| What you are asked to do |
Using the records that appear below, write out exactly the lines from the one with "the limit). */" through the one with "export interface SatelliteResetPlan", keeping both end lines.

| Records supplied |

= = =

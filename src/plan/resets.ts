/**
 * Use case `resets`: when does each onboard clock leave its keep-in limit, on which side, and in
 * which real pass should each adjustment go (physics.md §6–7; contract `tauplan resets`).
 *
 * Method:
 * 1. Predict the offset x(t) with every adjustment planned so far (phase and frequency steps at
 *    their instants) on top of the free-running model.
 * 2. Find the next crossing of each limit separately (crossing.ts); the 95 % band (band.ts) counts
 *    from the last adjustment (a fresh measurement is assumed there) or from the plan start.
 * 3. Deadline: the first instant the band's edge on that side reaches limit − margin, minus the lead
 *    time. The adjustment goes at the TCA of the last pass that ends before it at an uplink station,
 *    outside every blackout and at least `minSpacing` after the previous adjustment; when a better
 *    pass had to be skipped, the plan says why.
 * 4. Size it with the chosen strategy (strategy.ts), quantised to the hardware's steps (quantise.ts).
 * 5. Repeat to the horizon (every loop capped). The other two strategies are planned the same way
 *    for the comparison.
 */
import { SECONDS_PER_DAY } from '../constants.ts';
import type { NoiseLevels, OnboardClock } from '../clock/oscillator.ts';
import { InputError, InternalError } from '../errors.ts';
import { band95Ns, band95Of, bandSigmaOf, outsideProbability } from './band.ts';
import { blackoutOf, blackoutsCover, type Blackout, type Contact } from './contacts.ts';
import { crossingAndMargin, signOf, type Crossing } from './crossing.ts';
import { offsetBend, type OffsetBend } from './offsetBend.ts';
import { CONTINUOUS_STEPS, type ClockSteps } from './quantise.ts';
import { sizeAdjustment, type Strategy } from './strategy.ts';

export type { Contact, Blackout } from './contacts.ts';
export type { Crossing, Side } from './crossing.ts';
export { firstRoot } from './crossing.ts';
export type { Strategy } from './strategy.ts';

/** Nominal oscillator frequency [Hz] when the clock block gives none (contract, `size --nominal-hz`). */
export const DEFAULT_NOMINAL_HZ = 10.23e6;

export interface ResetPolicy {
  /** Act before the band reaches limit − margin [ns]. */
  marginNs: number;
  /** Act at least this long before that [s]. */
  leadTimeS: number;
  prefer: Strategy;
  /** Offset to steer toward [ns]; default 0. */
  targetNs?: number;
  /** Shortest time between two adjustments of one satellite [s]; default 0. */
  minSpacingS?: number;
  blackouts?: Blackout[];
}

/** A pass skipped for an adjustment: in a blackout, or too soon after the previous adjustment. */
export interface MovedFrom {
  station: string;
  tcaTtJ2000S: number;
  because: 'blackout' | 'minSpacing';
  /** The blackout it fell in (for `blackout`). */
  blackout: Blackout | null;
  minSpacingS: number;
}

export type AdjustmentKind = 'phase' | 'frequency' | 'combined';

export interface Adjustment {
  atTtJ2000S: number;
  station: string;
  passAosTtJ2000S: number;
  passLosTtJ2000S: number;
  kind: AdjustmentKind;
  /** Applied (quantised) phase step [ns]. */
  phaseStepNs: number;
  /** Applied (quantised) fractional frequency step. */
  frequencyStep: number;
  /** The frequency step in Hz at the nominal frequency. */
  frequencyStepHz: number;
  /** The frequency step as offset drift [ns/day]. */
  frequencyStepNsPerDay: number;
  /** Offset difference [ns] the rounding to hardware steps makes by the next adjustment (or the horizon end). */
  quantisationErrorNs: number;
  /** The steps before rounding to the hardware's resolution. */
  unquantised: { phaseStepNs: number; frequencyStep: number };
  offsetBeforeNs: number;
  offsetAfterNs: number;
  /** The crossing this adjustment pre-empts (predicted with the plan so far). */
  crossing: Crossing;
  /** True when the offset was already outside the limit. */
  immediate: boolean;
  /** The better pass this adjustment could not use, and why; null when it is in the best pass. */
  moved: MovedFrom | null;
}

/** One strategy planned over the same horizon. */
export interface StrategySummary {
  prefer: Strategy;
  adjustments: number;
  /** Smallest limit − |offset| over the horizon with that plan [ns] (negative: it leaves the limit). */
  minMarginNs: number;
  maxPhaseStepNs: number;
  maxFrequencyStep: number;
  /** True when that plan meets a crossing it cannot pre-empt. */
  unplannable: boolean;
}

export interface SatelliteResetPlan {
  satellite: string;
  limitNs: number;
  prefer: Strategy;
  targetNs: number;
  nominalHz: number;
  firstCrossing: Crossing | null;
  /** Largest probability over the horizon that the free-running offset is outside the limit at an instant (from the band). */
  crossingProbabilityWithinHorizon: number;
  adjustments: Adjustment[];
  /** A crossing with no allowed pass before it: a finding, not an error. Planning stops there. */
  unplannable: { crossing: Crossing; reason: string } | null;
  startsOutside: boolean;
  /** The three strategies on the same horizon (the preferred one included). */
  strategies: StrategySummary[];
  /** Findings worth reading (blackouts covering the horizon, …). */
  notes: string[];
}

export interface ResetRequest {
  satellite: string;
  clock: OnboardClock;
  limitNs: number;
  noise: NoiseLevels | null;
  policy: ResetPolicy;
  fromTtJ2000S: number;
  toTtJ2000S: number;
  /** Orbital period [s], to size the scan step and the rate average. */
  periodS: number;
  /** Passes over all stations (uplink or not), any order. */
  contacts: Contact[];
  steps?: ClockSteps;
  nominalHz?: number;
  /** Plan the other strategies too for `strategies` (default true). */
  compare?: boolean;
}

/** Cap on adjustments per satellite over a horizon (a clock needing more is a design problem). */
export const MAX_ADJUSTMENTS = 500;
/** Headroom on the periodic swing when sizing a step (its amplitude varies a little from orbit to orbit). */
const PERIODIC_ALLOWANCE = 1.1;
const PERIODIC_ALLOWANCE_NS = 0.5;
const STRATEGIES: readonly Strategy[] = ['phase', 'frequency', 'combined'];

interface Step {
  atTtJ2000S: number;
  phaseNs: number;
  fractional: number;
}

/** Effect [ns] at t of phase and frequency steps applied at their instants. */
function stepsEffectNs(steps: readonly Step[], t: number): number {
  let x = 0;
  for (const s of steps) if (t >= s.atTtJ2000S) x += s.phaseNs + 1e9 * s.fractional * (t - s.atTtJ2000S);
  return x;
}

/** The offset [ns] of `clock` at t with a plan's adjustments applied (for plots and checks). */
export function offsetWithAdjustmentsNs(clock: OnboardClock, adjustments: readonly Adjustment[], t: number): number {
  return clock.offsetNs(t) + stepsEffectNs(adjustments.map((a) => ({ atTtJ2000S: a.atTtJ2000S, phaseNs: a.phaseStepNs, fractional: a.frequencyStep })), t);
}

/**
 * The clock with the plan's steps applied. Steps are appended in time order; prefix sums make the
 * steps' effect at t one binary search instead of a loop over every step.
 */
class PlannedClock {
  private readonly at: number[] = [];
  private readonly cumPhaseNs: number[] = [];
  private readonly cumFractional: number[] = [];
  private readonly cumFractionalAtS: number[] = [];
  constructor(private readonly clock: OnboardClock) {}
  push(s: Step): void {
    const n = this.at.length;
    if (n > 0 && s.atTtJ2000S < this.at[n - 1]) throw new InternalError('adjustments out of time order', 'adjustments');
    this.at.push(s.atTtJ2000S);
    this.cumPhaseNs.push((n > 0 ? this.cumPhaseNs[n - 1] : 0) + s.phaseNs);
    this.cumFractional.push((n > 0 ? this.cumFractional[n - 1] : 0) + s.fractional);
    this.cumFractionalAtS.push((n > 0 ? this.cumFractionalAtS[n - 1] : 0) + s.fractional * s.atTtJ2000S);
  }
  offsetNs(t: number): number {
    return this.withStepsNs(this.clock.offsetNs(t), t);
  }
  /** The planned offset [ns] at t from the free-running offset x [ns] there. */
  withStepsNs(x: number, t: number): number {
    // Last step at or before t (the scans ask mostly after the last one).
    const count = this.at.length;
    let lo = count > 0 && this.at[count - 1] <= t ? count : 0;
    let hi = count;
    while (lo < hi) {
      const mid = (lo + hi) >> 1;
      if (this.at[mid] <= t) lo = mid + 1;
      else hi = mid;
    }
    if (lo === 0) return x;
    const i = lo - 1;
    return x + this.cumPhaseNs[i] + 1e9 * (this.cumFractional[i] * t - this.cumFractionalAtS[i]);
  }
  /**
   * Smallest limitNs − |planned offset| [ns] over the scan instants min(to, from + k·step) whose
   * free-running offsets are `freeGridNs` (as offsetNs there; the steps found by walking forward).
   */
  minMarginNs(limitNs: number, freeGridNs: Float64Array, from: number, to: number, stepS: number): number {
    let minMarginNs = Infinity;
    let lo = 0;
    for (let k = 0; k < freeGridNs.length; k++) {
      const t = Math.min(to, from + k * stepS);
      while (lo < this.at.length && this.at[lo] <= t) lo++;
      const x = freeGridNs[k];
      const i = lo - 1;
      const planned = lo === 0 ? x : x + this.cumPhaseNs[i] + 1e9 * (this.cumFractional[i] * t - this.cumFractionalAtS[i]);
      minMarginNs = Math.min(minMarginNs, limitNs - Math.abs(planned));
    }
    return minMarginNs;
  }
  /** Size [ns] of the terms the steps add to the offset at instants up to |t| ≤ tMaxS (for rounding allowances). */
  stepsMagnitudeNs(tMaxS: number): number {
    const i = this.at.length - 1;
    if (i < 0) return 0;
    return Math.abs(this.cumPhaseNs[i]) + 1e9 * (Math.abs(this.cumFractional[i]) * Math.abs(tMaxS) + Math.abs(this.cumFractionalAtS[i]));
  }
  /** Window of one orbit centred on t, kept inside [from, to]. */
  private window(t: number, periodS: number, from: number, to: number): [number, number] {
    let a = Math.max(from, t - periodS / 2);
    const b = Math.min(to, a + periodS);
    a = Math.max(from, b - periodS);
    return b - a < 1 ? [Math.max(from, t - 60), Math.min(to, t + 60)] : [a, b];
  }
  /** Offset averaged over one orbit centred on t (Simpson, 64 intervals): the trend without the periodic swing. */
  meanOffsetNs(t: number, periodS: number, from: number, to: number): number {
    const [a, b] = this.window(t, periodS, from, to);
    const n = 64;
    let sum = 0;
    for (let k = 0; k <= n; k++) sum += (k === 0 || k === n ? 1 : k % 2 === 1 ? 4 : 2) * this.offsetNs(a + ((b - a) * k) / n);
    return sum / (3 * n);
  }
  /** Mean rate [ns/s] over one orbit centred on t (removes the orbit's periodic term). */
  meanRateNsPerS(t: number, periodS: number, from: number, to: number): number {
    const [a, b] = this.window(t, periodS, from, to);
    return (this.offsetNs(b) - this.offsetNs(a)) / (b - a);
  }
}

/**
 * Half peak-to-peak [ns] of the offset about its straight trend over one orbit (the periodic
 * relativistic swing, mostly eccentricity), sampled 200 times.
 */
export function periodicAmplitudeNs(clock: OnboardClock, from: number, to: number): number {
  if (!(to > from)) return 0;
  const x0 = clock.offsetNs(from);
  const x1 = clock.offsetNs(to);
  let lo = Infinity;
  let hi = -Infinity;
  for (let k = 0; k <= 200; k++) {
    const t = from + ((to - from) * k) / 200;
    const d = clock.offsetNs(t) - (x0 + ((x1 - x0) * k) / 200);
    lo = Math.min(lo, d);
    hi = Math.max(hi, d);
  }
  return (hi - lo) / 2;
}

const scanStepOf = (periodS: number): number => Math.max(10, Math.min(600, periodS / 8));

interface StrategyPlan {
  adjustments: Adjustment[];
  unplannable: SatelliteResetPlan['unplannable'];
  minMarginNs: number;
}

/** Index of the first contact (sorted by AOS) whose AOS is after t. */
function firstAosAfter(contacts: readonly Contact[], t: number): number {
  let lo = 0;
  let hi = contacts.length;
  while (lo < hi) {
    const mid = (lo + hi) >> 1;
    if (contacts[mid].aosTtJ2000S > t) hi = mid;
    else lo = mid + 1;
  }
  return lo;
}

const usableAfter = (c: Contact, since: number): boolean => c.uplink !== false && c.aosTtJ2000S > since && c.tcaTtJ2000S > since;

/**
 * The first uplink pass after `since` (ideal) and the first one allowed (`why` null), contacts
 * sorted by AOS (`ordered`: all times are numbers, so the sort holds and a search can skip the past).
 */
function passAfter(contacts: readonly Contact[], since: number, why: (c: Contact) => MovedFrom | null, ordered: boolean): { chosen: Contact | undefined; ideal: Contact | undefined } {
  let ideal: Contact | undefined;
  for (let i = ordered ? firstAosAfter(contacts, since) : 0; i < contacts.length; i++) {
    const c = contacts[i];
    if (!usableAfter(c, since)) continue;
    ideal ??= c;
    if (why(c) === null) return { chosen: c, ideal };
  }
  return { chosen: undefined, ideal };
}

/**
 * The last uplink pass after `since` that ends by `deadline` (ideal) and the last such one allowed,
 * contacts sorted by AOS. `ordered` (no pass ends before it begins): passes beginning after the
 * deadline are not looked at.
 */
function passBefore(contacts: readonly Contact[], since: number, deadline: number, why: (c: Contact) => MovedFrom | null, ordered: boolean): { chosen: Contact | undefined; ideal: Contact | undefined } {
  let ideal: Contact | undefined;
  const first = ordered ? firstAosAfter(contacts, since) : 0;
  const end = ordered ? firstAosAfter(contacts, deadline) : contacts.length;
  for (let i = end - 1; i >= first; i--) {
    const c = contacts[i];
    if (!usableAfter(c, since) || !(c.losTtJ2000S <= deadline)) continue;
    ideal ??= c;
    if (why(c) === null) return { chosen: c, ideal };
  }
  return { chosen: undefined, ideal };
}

= = =

| Exercise answer |
  /** Smallest limit − |offset| over the horizon with that plan [ns] (negative: it leaves the limit). */
  minMarginNs: number;
  maxPhaseStepNs: number;
  maxFrequencyStep: number;
  /** True when that plan meets a crossing it cannot pre-empt. */
  unplannable: boolean;
}

export interface SatelliteResetPlan {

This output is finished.